Кошмар закончился в декабре. Было ли это потому, что сработали наконец лекарства или потому, что закончилось турне, – не знаю. В результате я отменил только одно чтение; между 1 ноября и 15 декабря я ухитрился посетить одиннадцать городов. У меня было несколько беспорядочных окон сквозь депрессию, как бывает, когда рассеивается туман. Поэтесса Джейн Кеньон, страдавшая тяжелой депрессией на протяжении большой части своей жизни, писала о выходе из нее так:

… С трепетом

и горечью помилованного за преступление,

которого он не совершал,

возвращаюсь к мужу и друзьям,

к гвоздикам с розовыми ободками; возвращаюсь

к книгам, письменному столу и креслу.


И вот 4 декабря я явился в дом своего друга на Верхнем Вест-Сайде, и неплохо провел там время. Несколько недель после этого я наслаждался не только приятно проводимым временем, но и самим фактом, что получаю удовольствие. Так я прожил Рождество и Новый год; я вел себя как некое подобие себя. Я потерял около семи килограммов и теперь начал набирать вес. Отец и друзья поздравляли меня с таким изумительным прогрессом, я их благодарил. Но в глубине моей души лежало знание, что прошли всего лишь симптомы. И кроме того, ненависть. К лекарствам, которые я должен был принимать каждый день. К своему срыву и потере рассудка. К этому немодному, но актуальному словосочетанию «нервный срыв» с подразумевающимся под ним сбоем всей телесной механики. Большое облегчение принесло то обстоятельство, что я выдержал турне, но я был измотан страхом перед всем тем, что еще должен был выдержать. Меня подавляло пребывание в этом мире: подавляли люди, их жизнь, которой я не могу жить, их работа, которую я не могу выполнять, – даже такая, которую я никогда не захотел бы и не имел бы необходимости делать. Я вернулся туда, где был в сентябре, только теперь знал, до чего мне может быть плохо.
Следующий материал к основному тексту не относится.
class MonthBlocks(Blocks):
    """Every product of a :class:`PeriodData` as one block over the periods; choices: run/stop."""

    name = "months"

    def __init__(self, pd: PeriodData) -> None:
        self.pd = pd
        n, T = pd.n, pd.T
        self.hi = pd.sales_upper()
        self.alone = pd.can_stop_alone()
        self.free = np.flatnonzero(~pd.must_run & (pd.F > 0) & self.alone)
        self.can_stop = np.zeros(n, dtype=bool)
        self.can_stop[self.free] = True
        self.K = pd.carry_total  # (n × T)
        self.U = self.hi.sum(axis=1) + pd.final  # bound on any period's making
        self.ncols = n * T

    # --- indexing ----------------------------------------------------------------------
    @property
    def n_choices(self) -> int:
        return int(self.free.size)

    @property
    def n_vars(self) -> int:
        return 2 * self.ncols

    def split(self, x: np.ndarray) -> tuple[np.ndarray, np.ndarray]:
        """(made, sold) as (n × T) arrays from the family's variables."""
        n, T = self.pd.n, self.pd.T
        return x[:self.ncols].reshape(n, T), x[self.ncols:].reshape(n, T)

    def running(self, choice: np.ndarray) -> np.ndarray:
        on = ~self.can_stop
        on[self.free] = np.asarray(choice, dtype=bool)
        return on

    def choice_of(self, running: np.ndarray) -> np.ndarray:
        return np.asarray(running, dtype=bool)[self.free]

    # --- the priced best response ------------------------------------------------------
    def prices(self, lam: np.ndarray) -> tuple[np.ndarray, np.ndarray]:
        """(p, c): (n × T) priced cost of making in t and of holding a unit at the end of t."""
        pd = self.pd
        L = np.asarray(lam, dtype=float).reshape(pd.R, pd.T) if pd.R else np.zeros((0, pd.T))
        return pd.v + pd.usage @ L, pd.hold + pd.stock_usage @ L

    def _state(self, lam: np.ndarray, makes: bool):
        """Value, made and sold of every product at λ, making allowed or not (see the module docstring)."""
        pd = self.pd
        n, T = pd.n, pd.T
        p, c = self.prices(lam)
        C = np.concatenate([np.zeros((n, 1)), np.cumsum(c, axis=1)], axis=1)  # C_0..C_T
        e = p - C[:, :T]
        if makes:
            best = np.minimum.accumulate(e, axis=1)
            who = np.zeros((n, T), dtype=np.int64)
            for t in range(1, T):
                who[:, t] = np.where(e[:, t] < best[:, t - 1], t, who[:, t - 1])
            P = best + C[:, :T]
            PT = best[:, -1] + C[:, T]
        else:
            P = np.full((n, T), np.inf)
            PT = np.full(n, np.inf)
            who = np.zeros((n, T), dtype=np.int64)
        I, E, lo, hi = pd.initial, pd.final, pd.lo, self.hi

        def from_stock(mu, k=slice(None)):  # (the products k only: the bisection runs on those with stock)
            Ck = C[k]
            q = np.minimum(P[k], mu[:, None] + Ck[:, :T])
            x = _sell(pd.a[k], pd.b[k], q, lo[k], hi[k])
            take = (mu[:, None] + Ck[:, :T] < P[k])
            need = np.sum(np.where(take, x, 0.0), axis=1) + np.where(mu + Ck[:, T] < PT[k], E[k], 0.0)
            return q, x, need

        def g(mu):
            q, x, _ = from_stock(mu)
            qT = np.minimum(PT, mu + C[:, T])
            return mu * I + np.sum(pd.a * x - pd.b * x * x - q * x, axis=1) - E * qT

        low = -C[:, T]
        steep = np.where(pd.b > 0, 2 * pd.b * np.where(np.isfinite(hi), hi, 0.0), 0.0)
        top = np.max(np.where(np.isfinite(P), P, pd.a + steep) - C[:, :T], axis=1)
        top = np.maximum(np.maximum(top, np.where(np.isfinite(PT), PT - C[:, T], 0.0)), low) + 1.0
        has = np.flatnonzero(I > 0)
        lo_mu, hi_mu = low[has], top[has]
        for _ in range(STOCK_STEPS if has.size else 0):
            mid = 0.5 * (lo_mu + hi_mu)
            _, _, need = from_stock(mid, has)
            more = need > I[has]  # g' < 0: the stock is worth more
            lo_mu = np.where(more, mid, lo_mu)
            hi_mu = np.where(more, hi_mu, mid)
        mu = top.copy()
        mu[has] = hi_mu
        value = g(mu)  # an upper bound at any μ; within the bisection's bracket of the least
        q, sold, _ = from_stock(mu)
        made = self._made(P, PT, C, e, who, mu, sold, makes)
        if not makes:
            value = np.where(self.alone, value, -np.inf)
        return value, made, sold

    def _made(self, P, PT, C, e, who, mu, sold, makes) -> np.ndarray:
        """Making of each product for ``sold``: initial stock to the periods that value it most, the rest made
        in the period of cheapest supply (units, n × T)."""
        pd = self.pd
        n, T = pd.n, pd.T
        made = np.zeros((n, T))
        if not makes:
            return made
        gain = np.concatenate([P - C[:, :T], (PT - C[:, T])[:, None]], axis=1)  # worth of a stock unit in s
        want = np.concatenate([sold, pd.final[:, None]], axis=1)
        left = pd.initial.copy()
        rows = np.arange(n)
        for k in np.argsort(-gain, axis=1, kind="stable").T:
            use = np.minimum(left, want[rows, k])
            left -= use
            short = want[rows, k] - use
            src = np.where(k < T, who[rows, np.minimum(k, T - 1)], np.argmin(e, axis=1))
            np.add.at(made, (rows, src), short)
        return made

    def respond(self, lam: np.ndarray) -> Response:
        pd = self.pd
        v_on, m_on, s_on = self._state(lam, True)
        v_on = v_on - pd.F
        v_off, m_off, s_off = self._state(lam, False)
        run = ~self.can_stop
        run[self.free] = v_on[self.free] > v_off[self.free]
        made = np.where(run[:, None], m_on, m_off)
        sold = np.where(run[:, None], s_on, s_off)
        always = ~self.can_stop
        fixed = float(np.sum(v_on[always]))
        on, off = v_on[self.free], v_off[self.free]
        value = fixed + float(np.sum(np.maximum(on, off)))
        use = pd.used(made, sold).ravel()
        return Response(value, use, run[self.free], on, off, fixed, np.concatenate([made.ravel(), sold.ravel()]))

    # --- the continuous QP -------------------------------------------------------------
    def _shared(self, run: np.ndarray, made_pos: np.ndarray, sold_pos: np.ndarray):
        """(rows, cols, amounts) of the shared rows for made/sold column positions (−1: no column)."""
        pd = self.pd
        T = pd.T
        rows, cols, vals = [], [], []
        for r in range(pd.R):
            h, g = pd.usage[:, r], pd.stock_usage[:, r]
            for t in range(T):
                i = np.flatnonzero((h > 0) & (made_pos[:, t] >= 0))
                rows.append(np.full(i.size, pd.row(r, t))), cols.append(made_pos[i, t]), vals.append(h[i])
                for k in range(t + 1):  # stock at the end of t counts making and sales up to t
                    i = np.flatnonzero((g > 0) & (made_pos[:, k] >= 0))
                    rows.append(np.full(i.size, pd.row(r, t))), cols.append(made_pos[i, k]), vals.append(g[i])
                    i = np.flatnonzero((g > 0) & (sold_pos[:, k] >= 0))
                    rows.append(np.full(i.size, pd.row(r, t))), cols.append(sold_pos[i, k]), vals.append(-g[i])
        cat = (lambda xs, dt: np.concatenate(xs).astype(dt) if xs else np.zeros(0, dt))
        return _coalesce(cat(rows, np.int64), cat(cols, np.int64), cat(vals, float))

    def _local(self, made_pos: np.ndarray, sold_pos: np.ndarray, who: np.ndarray | None = None):
        """The stock rows Σ_{k≤t}(s_k − m_k) ≤ I (− E at t = T) of the products ``who`` (default all), in
        that order: (count, row_of, cols, amounts, upper)."""
        pd = self.pd
        T = pd.T
        who = np.arange(pd.n) if who is None else np.asarray(who, dtype=np.int64)
        slot = np.full(pd.n, -1, dtype=np.int64)
        slot[who] = np.arange(who.size)
        ro, co, va = [], [], []
        for t in range(T):
            for k in range(t + 1):
                i = np.flatnonzero((sold_pos[:, k] >= 0) & (slot >= 0))
                ro.append(slot[i] * T + t), co.append(sold_pos[i, k]), va.append(np.ones(i.size))
                i = np.flatnonzero((made_pos[:, k] >= 0) & (slot >= 0))
                ro.append(slot[i] * T + t), co.append(made_pos[i, k]), va.append(-np.ones(i.size))
        upper = np.repeat(pd.initial[who], T).reshape(who.size, T)
        upper[:, -1] -= pd.final[who]
        return who.size * T, np.concatenate(ro), np.concatenate(co), np.concatenate(va), upper.ravel()

    def continuous(self, choice: np.ndarray) -> Columns:
        pd = self.pd
        n, T = pd.n, pd.T
        run = self.running(choice)
        made_pos = np.full((n, T), -1, dtype=np.int64)
        on = np.flatnonzero(run)
        made_pos[on] = np.arange(on.size * T).reshape(on.size, T)
        # a stopped product with no stock sells nothing: no columns, no rows (its commitments are 0: feasible)
        sells = np.flatnonzero(run | (pd.initial > 0))
        sold_pos = np.full((n, T), -1, dtype=np.int64)
        sold_pos[sells] = on.size * T + np.arange(sells.size * T).reshape(sells.size, T)
        rows, cols, amounts = self._shared(run, made_pos, sold_pos)
        count, row_of, lcols, lamt, lup = self._local(made_pos, sold_pos, sells)
        c = np.r_[(-pd.v - self.K)[on].ravel(), (pd.a + self.K)[sells].ravel()]
        q = np.r_[np.zeros(on.size * T), pd.b[sells].ravel()]
        lo = np.r_[np.zeros(on.size * T), pd.lo[sells].ravel()]
        hi = np.r_[np.full(on.size * T, np.inf), self.hi[sells].ravel()]
        index = np.r_[(on[:, None] * T + np.arange(T)).ravel(),
                      self.ncols + (sells[:, None] * T + np.arange(T)).ravel()].astype(np.int64)
        cap = -(pd.stock_usage.T @ pd.initial)[:, None] * np.ones((1, T)) if pd.R else np.zeros((0, T))
        return Columns(c=c, q=q, lo=lo, hi=hi, rows=rows, cols=cols, amounts=amounts,
                       constant=-float(np.sum(pd.initial * self.K[:, 0])) - float(np.sum(pd.F[run])),
                       capacity=cap.ravel(), index=index,
                       local=(count, row_of, lcols, lamt, lup))

    def profit(self, x: np.ndarray, choice: np.ndarray) -> float:
        made, sold = self.split(np.asarray(x, dtype=float))
        return self.pd.profit(made, sold, self.running(choice))

    def feasible(self, choice: np.ndarray) -> bool:
        return bool(np.all(self.alone[~self.running(choice)]))

    # --- the outer-approximation MILP --------------------------------------------------
    def add_to_milp(self, milp: MilpBuilder) -> None:
        pd = self.pd
        n, T = pd.n, pd.T
        self.mcol = milp.columns((-pd.v - self.K).ravel(), np.zeros(n * T), np.repeat(self.U, T)).reshape(n, T)
        self.scol = milp.columns(self.K.ravel(), pd.lo.ravel(), self.hi.ravel()).reshape(n, T)
        with np.errstate(divide="ignore", invalid="ignore"):
            top = np.where(pd.b > 0, pd.a * pd.a / (4 * np.where(pd.b > 0, pd.b, 1.0)), pd.a * self.hi)
        self.wcol = milp.columns(np.ones(n * T), np.full(n * T, -INF), top.ravel() + 1.0).reshape(n, T)
        free = self.free
        self.ycol = np.full(n, -1, dtype=np.int64)
        self.ycol[free] = milp.columns(-pd.F[free], np.zeros(free.size), np.ones(free.size), integer=True)
        milp.offset -= float(np.sum(pd.F[~self.can_stop])) + float(np.sum(pd.initial * self.K[:, 0]))
        rows, cols, amounts = self._shared(np.ones(n, bool), self.mcol, self.scol)
        milp.use(rows, cols, amounts)
        if pd.R:
            milp.capacity = milp.capacity - np.repeat(pd.stock_usage.T @ pd.initial, T)
        count, row_of, lcols, lamt, lup = self._local(self.mcol, self.scol)
        milp.rows(count, row_of, lcols, lamt, np.full(count, -INF), lup)
        # making only where it runs: m_t − U y ≤ 0 (stopped-for-good products: m = 0)
        stop = np.flatnonzero(self.can_stop)
        k = stop.size * T
        if k:
            r = np.arange(k)
            milp.rows(k, np.r_[r, r], np.r_[self.mcol[stop].ravel(), np.repeat(self.ycol[stop], T)],
                      np.r_[np.ones(k), -np.repeat(self.U[stop], T)], np.full(k, -INF), np.zeros(k))
        self.scale = np.maximum(np.abs(pd.a) * np.where(np.isfinite(self.hi), self.hi, 1.0), 1.0)
        with np.errstate(divide="ignore", invalid="ignore"):
            peak = np.clip(np.where(pd.b > 0, pd.a / (2 * np.where(pd.b > 0, pd.b, 1.0)), self.hi), pd.lo, self.hi)
        pts = [peak, 0.5 * self.hi, self.hi, pd.lo]
        for pt in pts:
            ok = np.isfinite(pt)
            self._cuts(milp, np.flatnonzero(ok.ravel()), pt.ravel()[ok.ravel()])

    def _cuts(self, milp: MilpBuilder, cells: np.ndarray, points: np.ndarray) -> int:
        """Tangents w − (a − 2 b s̄) s ≤ b s̄² at the flat cells (i·T + t)."""
        if cells.size == 0:
            return 0
        pd = self.pd
        a, b = pd.a.ravel()[cells], pd.b.ravel()[cells]
        r = np.arange(cells.size)
        milp.rows(cells.size, np.r_[r, r], np.r_[self.wcol.ravel()[cells], self.scol.ravel()[cells]],
                  np.r_[np.ones(cells.size), -(a - 2 * b * points)], np.full(cells.size, -INF), b * points * points)
        return int(cells.size)

    def cuts(self, milp: MilpBuilder, x: np.ndarray) -> int:
        pd = self.pd
        s, w = x[self.scol.ravel()], x[self.wcol.ravel()]
        over = w - (pd.a.ravel() * s - pd.b.ravel() * s * s) > CUT_VIOLATION * self.scale.ravel()
        return self._cuts(milp, np.flatnonzero(over), s[over])

    def cuts_at(self, milp: MilpBuilder, values: np.ndarray, choice: np.ndarray) -> int:
        _, sold = self.split(np.asarray(values, dtype=float))
        cells = np.flatnonzero((self.pd.b.ravel() > 0) & (sold.ravel() > 0))
        return self._cuts(milp, cells, sold.ravel()[cells])

    def milp_choice(self, milp: MilpBuilder, x: np.ndarray) -> np.ndarray:
        return x[self.ycol[self.free]] > 0.5

    def milp_start(self, milp: MilpBuilder, values: np.ndarray, choice: np.ndarray) -> dict[int, float]:
        pd = self.pd
        made, sold = self.split(np.asarray(values, dtype=float))
        run = self.running(choice)
        made = np.where(run[:, None], made, 0.0)
        out = dict(zip(self.mcol.ravel().tolist(), made.ravel().tolist()))
        out.update(zip(self.scol.ravel().tolist(), sold.ravel().tolist()))
        out.update(zip(self.wcol.ravel().tolist(), (pd.a * sold - pd.b * sold * sold).ravel().tolist()))
        out.update(zip(self.ycol[self.free].tolist(), np.asarray(choice, dtype=float).tolist()))
        return out

    def milp_fix(self, milp: MilpBuilder, which: np.ndarray, on: np.ndarray) -> None:
        milp.fix(self.ycol[self.free[np.asarray(which, dtype=np.int64)]], np.asarray(on, dtype=float))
Я был полон решимости никогда больше не переживать подобных состояний.

Период выхода из депрессии может продолжаться долго. Это опасное время. В худшие моменты депрессии, когда я едва мог справиться с бараньей отбивной, я не мог причинить себе реального вреда, а в этот период чувствовал себя достаточно хорошо для самоубийства. Я уже мог делать более или менее все, на что был способен всегда, только все еще пребывал в состоянии ангедонии – равнодушия к радостям жизни, неспособности испытывать хоть какое-то удовольствие. Я подстегивал себя, чтобы держать форму, но теперь, когда мне хватало сил спрашивать, зачем я себя подталкиваю, не находил этому внятных объяснений. Особенно запомнился мне вечер, когда один знакомый уговорил меня пойти с ним в кино. Я пошел, чтобы доказать, что я весел, и несколько часов делал вид, что развлекаюсь тем, чем развлекались другие, хотя на самом деле эпизоды, которые они находили смешными, доставляли мне муки. Придя домой, я почувствовал возвращение паники и чудовищной тоски. Я пошел в ванную и несколько раз вызвал У себя рвоту, словно острое переживание одиночества было вирусом, сидящим в моем теле. Я думал, что так и умру один, что нет достаточной причины жить дальше, что нормальный и реальный мир, в котором я вырос и в котором, как я верил, живут все люди, больше никогда не откроется, чтобы впустить меня. С этими мыслями, врывающимися в мою голову, как выстрелы, я давился рвотой, и кислота поднималась у меня по пищеводу, а когда я пытался поймать воздух, то вдыхал собственную желчь. До этого я ел много, стараясь нагнать вес, и теперь мне казалось, что вся пища выходит обратно, будто мой желудок собирался вывернуться наизнанку и повиснуть на унитазе, как тряпка.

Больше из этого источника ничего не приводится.